Records drawn from a dataset:

* * * *

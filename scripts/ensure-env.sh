#!/usr/bin/env bash
# Writes .env.local (git-ignored) with secrets generated on first run.
# Existing values are kept, so sessions and signed links survive restarts.
set -euo pipefail
cd "$(dirname "$0")/.."
F=.env.local
touch "$F"; chmod 600 "$F"
gen() { node -e 'process.stdout.write(require("crypto").randomBytes(32).toString("base64url"))'; }
add() { grep -q "^$1=" "$F" || echo "$1=$2" >> "$F"; }
add NEXTAUTH_SECRET "$(gen)"
add STRIPE_WEBHOOK_SECRET "whsec_$(gen)"
add STRIPE_SECRET_KEY "sk_test_local_$(gen)"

* * * *

### Description of the task
Respond with the exact lines running from the one that contains "#!/usr/bin/env bash" through the last line of the data above, and no other lines.

### Completed exercise
#!/usr/bin/env bash
# Writes .env.local (git-ignored) with secrets generated on first run.
# Existing values are kept, so sessions and signed links survive restarts.
set -euo pipefail
cd "$(dirname "$0")/.."
F=.env.local
touch "$F"; chmod 600 "$F"
gen() { node -e 'process.stdout.write(require("crypto").randomBytes(32).toString("base64url"))'; }
add() { grep -q "^$1=" "$F" || echo "$1=$2" >> "$F"; }
add NEXTAUTH_SECRET "$(gen)"
add STRIPE_WEBHOOK_SECRET "whsec_$(gen)"
add STRIPE_SECRET_KEY "sk_test_local_$(gen)"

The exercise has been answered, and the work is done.